If one looks closely while taking a walk in front of the Sursock Museum or any of the numerous galleries and institutions which abound in Beirut and the rest of the country, it becomes undeniable that modern Lebanese art is rich and flourishing. If it is partly the product of the influence of Western pictorial practice, its development is certainly the reflection of the development of a culture and a history of its own: the works derived from it constitute an important part of the Lebanese heritage, which taken in proportion feels no inferiority to the French, Russian or German heritage. One thing remains to be done, and that is to render modern Lebanese art far more visible, to give it a higher official position and so to give it a firmer place internationally in the world of art.
A visiting card:
Born in Beirut in 1971, Gregory Bushakjian is a visual and interdisciplinary art historian and Director of the School of Visual Arts at the Lebanese Academy of Fine Arts (ALBA). He has sat on many academic and artist juries, including the Salon d’automne of the Sursock Museum (2009), the Boghossian Prize (1912) Exposure (Beirut Art Center 2013), and Beirut Art Residency (1217). He has also published several texts devoted to Lebanese and Arab art such as War and Other Impossible Possibilities, Thoughts on Arab History and Contemporary Art (Alarm editions, Beirut, 2012), Passing Time in collaboration with Fouad el-Khoury and Manal Khader (Kaph Books, Beirut, 2018), and Abandoned Dwellings, A History of Beirut, with Valerie Cachard (Kaph Books, Beirut, 2018).
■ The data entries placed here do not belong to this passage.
class Model {
 public:
  Model(const FitProblem& pb, const Transform& tr, const Targets& t, std::vector<double> lowerU, std::vector<double> upperU)
      : pb_(pb), tr_(tr), t_(t), lowerU_(std::move(lowerU)), upperU_(std::move(upperU)),
        methods_(pb.parameters.size()), reasons_(pb.parameters.size()) {}

  std::vector<double> xOf(std::span<const double> u) const {
    std::vector<double> x(u.size());
    for (std::size_t j = 0; j < u.size(); ++j) x[j] = tr_.toX(j, u[j]);
    return x;
  }

  //! The parameters at x, as the sensitivity driver takes them.
  std::vector<SensitivityParameter> sensitivityParameters(std::span<const double> x) const {
    std::vector<SensitivityParameter> out;
    for (std::size_t j = 0; j < x.size(); ++j) out.push_back({pb_.parameters[j].key, pb_.parameters[j].unit, x[j]});
    return out;
  }

  Linearisation at(std::span<const double> u, bool withJacobian) const {
    const std::size_t p = u.size();
    Linearisation out;
    std::vector<std::vector<double>> points;
    const bool cached = !lastU_.empty() && std::equal(u.begin(), u.end(), lastU_.begin());
    if (!cached) points.push_back(xOf(u));
    // Which columns come from CVODES forward sensitivities (one run with sensitivities), which from central
    // differences (two runs each); all of these runs go to the threads together.
    std::vector<bool> forward(p, false);
    if (withJacobian && pb_.gradient != "fd" && !classified_.empty()) {
      for (std::size_t j = 0; j < p; ++j) forward[j] = classified_[j];
    } else if (withJacobian && pb_.gradient != "fd") {
      // Once per fit: with the grid pinned, whether a parameter enters the network as a coefficient does not
      // change between evaluations (the sensitivity runs check it again and fail the evaluation if it did).
      try {
        std::vector<ParameterGradient> g = classifyParameters(pb_.caseText, pb_.casePath, pb_.overrides,
                                                              sensitivityParameters(xOf(u)));
        for (std::size_t j = 0; j < p; ++j) {
          forward[j] = g[j].method == GradientMethod::Forward;
          methods_[j] = gradientMethodName(g[j].method);
          reasons_[j] = g[j].reason;
        }
        classified_ = forward;
      } catch (const std::exception&) {
        // The base case fails to build here: the runs below report it.
      }
    }
    std::vector<double> plus(p), minus(p);
    std::vector<std::size_t> fdColumns;
    if (withJacobian)
      for (std::size_t j = 0; j < p; ++j) {
        if (forward[j]) continue;
        methods_[j] = gradientMethodName(GradientMethod::FiniteDifference);
        fdColumns.push_back(j);
        const double h = pb_.step * std::max(1.0, std::abs(u[j]));
        double up = u[j] + h, down = u[j] - h;
        if (up > upperU_[j]) up = u[j];
        if (down < lowerU_[j]) down = u[j];
        if (up == down) up = u[j] + h;  // a degenerate interval: step outward anyway
        plus[j] = up;
        minus[j] = down;
        std::vector<double> a(u.begin(), u.end()), b(u.begin(), u.end());
        a[j] = up;
        b[j] = down;
        points.push_back(xOf(a));
        points.push_back(xOf(b));
      }
    std::vector<Evaluation> evals(points.size());
    const std::vector<double> x = xOf(u);
    // The forward parameters in groups, one run with sensitivities per group and thread (round robin over the
    // threads the fit may use); these runs are the longest, so they go first.
    std::size_t groups = 0;
    std::vector<std::size_t> groupOf(p, 0);
    {
      const unsigned hw = std::max(1u, std::thread::hardware_concurrency());
      const std::size_t threads = pb_.jobs > 0 ? static_cast<std::size_t>(pb_.jobs) : hw;
      std::size_t count = 0;
      for (std::size_t j = 0; j < p; ++j) count += forward[j] ? 1 : 0;
      groups = std::min(count, std::max<std::size_t>(1, threads));
      std::size_t next = 0;
      for (std::size_t j = 0; j < p; ++j)
        if (forward[j]) groupOf[j] = next++ % std::max<std::size_t>(1, groups);
    }
    std::vector<ForwardSensitivityResult> sens(groups);
    parallelFor(points.size() + groups, pb_.jobs, [&](std::size_t i) {
      if (i >= groups) {
        evals[i - groups] = evaluateModel(pb_, points[i - groups]);
        return;
      }
      std::vector<bool> select(p, false);
      for (std::size_t j = 0; j < p; ++j) select[j] = forward[j] && groupOf[j] == i;
      sens[i] = forwardSensitivities(
          pb_.caseText, pb_.casePath, pb_.overrides, sensitivityParameters(x),
          [&](const Body& body) { return std::unique_ptr<OutputProbe>(new SamplerProbe(pb_.data, body)); }, false,
          select, pb_.coarseSteadyStart);
    });
    runs_ += static_cast<long>(evals.size() + groups);
    std::size_t k = 0;
    if (!cached) {
      if (!evals[0].ok) {
        out.error = evals[0].error;
        return out;
      }
      lastU_.assign(u.begin(), u.end());
      lastPredictions_ = evals[0].predictions;
      k = 1;
    }
    out.predictions = lastPredictions_;
    out.residuals = residualsOf(pb_, t_, out.predictions, x);
    if (withJacobian) {
      const std::size_t rows = out.residuals.size();
      out.jacobian.assign(rows * p, 0.0);
      for (const ForwardSensitivityResult& g : sens)
        if (!g.ok) {
          out.error = g.error;
          return out;
        }
      for (std::size_t c = 0; c < fdColumns.size(); ++c) {
        const std::size_t j = fdColumns[c];
        const Evaluation& a = evals[k + 2 * c];
        const Evaluation& b = evals[k + 2 * c + 1];
        if (!a.ok || !b.ok) {
          out.error = a.ok ? b.error : a.error;
          return out;
        }
        std::vector<double> ua(u.begin(), u.end()), ub(u.begin(), u.end());
        ua[j] = plus[j];
        ub[j] = minus[j];
        std::vector<double> ra = residualsOf(pb_, t_, a.predictions, xOf(ua));
        std::vector<double> rb = residualsOf(pb_, t_, b.predictions, xOf(ub));
        for (std::size_t i = 0; i < rows; ++i) out.jacobian[i * p + j] = (ra[i] - rb[i]) / (plus[j] - minus[j]);
      }
      // Forward columns: d r_i / d u_j = (d prediction_i / d x_j) / sd_i * dx_j/du_j; a prior row: dx/du / sd.
      for (std::size_t j = 0; j < p; ++j) {
        if (!forward[j]) continue;
        const std::vector<double>& d = sens[groupOf[j]].derivatives[j];
        if (d.size() != t_.observed.size()) {
          out.error = "forward sensitivities gave no derivative for " + pb_.parameters[j].key;
          return out;
        }
        const double dxdu = tr_.dxdu(j, u[j]);
        for (std::size_t i = 0; i < d.size(); ++i) out.jacobian[i * p + j] = d[i] / t_.sd[i] * dxdu;
        std::size_t row = t_.observed.size();
        for (std::size_t q = 0; q < p; ++q) {
          if (!pb_.parameters[q].priorMean) continue;
          if (q == j) out.jacobian[row * p + j] = dxdu / *pb_.parameters[q].priorSd;
          ++row;
        }
      }
    }
    out.ok = true;
    if (withJacobian) {
      lastJacobianU_.assign(u.begin(), u.end());
      lastJacobian_ = out.jacobian;
      lastResiduals_ = out.residuals;
    }
    return out;
  }

  //! The Gauss-Newton step from u in standard errors, sqrt(d^T J^T J d) / s with s^2 = (|r|^2 - |J d|^2) / (rows -
  //! p) (at most 1): sqrt(p) times the relative offset of Bates & Watts (1981, Technometrics 23, 179-183; Bates & Watts 1988,
  //! sec. 2.2.3), the distance of the point from the least-squares optimum in the linear approximation, measured
  //! in the data's own uncertainty. Parameters at a bound whose step points out of the box are held (their
  //! columns dropped). NaN when no Jacobian at u is at hand.
  double gaussNewtonStepSe(std::span<const double> u, std::vector<bool>* atBound = nullptr) const {
    const std::size_t p = u.size();
    if (atBound) atBound->assign(p, false);
    if (lastJacobianU_.size() != p || !std::equal(u.begin(), u.end(), lastJacobianU_.begin())) return nan;
    const std::size_t rows = lastResiduals_.size();
    if (rows <= p) return nan;
    Eigen::Map<const Eigen::Matrix<double, Eigen::Dynamic, Eigen::Dynamic, Eigen::RowMajor>> J(
        lastJacobian_.data(), static_cast<Eigen::Index>(rows), static_cast<Eigen::Index>(p));
    Eigen::Map<const Eigen::VectorXd> r(lastResiduals_.data(), static_cast<Eigen::Index>(rows));
    std::vector<std::size_t> free;
    for (std::size_t j = 0; j < p; ++j) free.push_back(j);
    Eigen::VectorXd step;
    Eigen::MatrixXd Jf;
    for (std::size_t round = 0; round <= p && !free.empty(); ++round) {
      Jf.resize(static_cast<Eigen::Index>(rows), static_cast<Eigen::Index>(free.size()));
      for (std::size_t c = 0; c < free.size(); ++c) Jf.col(static_cast<Eigen::Index>(c)) = J.col(static_cast<Eigen::Index>(free[c]));
      step = Jf.colPivHouseholderQr().solve(-r);
      std::vector<std::size_t> keep;
      for (std::size_t c = 0; c < free.size(); ++c) {
        const std::size_t j = free[c];
        const double tol = 1e-9 * (1.0 + std::abs(u[j]));
        const bool outward = (u[j] <= lowerU_[j] + tol && step(static_cast<Eigen::Index>(c)) < 0.0) ||
                             (u[j] >= upperU_[j] - tol && step(static_cast<Eigen::Index>(c)) > 0.0);
        if (!outward) keep.push_back(j);
      }
      if (keep.size() == free.size()) break;
      free = std::move(keep);
    }
    if (atBound)
      for (std::size_t j = 0; j < p; ++j) (*atBound)[j] = std::find(free.begin(), free.end(), j) == free.end();
    if (free.empty()) return 0.0;
    const double explained = (Jf * step).squaredNorm();
    // The noise scale: the residual variance factor s^2 (the reported standard errors scale with s), but at most 1
    // (the stated SDs): a fit far from the data (s >> 1, a parameter held at a bound) still stops only within
    // 0.01 of the standard error the stated noise gives.
    const double s2 = std::min(1.0, std::max(r.squaredNorm() - explained, 0.0) / static_cast<double>(rows - p));
    return s2 > 0.0 ? std::sqrt(explained / s2) : nan;
  }

  const std::vector<std::string>& methods() const { return methods_; }
  const std::vector<std::string>& reasons() const { return reasons_; }

  long runs() const { return runs_; }

 private:
  const FitProblem& pb_;
  const Transform& tr_;
  const Targets& t_;
  std::vector<double> lowerU_, upperU_;
  mutable std::vector<double> lastU_, lastPredictions_;
  mutable std::vector<double> lastJacobianU_, lastJacobian_, lastResiduals_;
  mutable std::vector<bool> classified_;
  mutable long runs_ = 0;
  mutable std::vector<std::string> methods_, reasons_;
};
This lat work has appeared at the same time as a photograph exposition of the same name put on at the Sursock Museum between November 2018 and February 2019. As the result of seven years of exploring abandoned sites and the mapping of the city of Beirut, this work reflects the importance of the question of the urban areas for Bushakjian. In 2916 he obtained acceptance by the Sorbonne –Paris University (Paris IV) of his thesis “Habitats abandonnés de Beyrouth, guerres et mutations de l’espace urbain, 1860-2015 (Abandoned dwellings of Beirut, wars and changes of the urban space). Between 1997 and 2004, together with Pierre Hage-Boutros and Rana Haddad he founded the ALLBA Research Studio, “a transdisciplinary platform having grasped the urban problems such as the appropriation of sites.”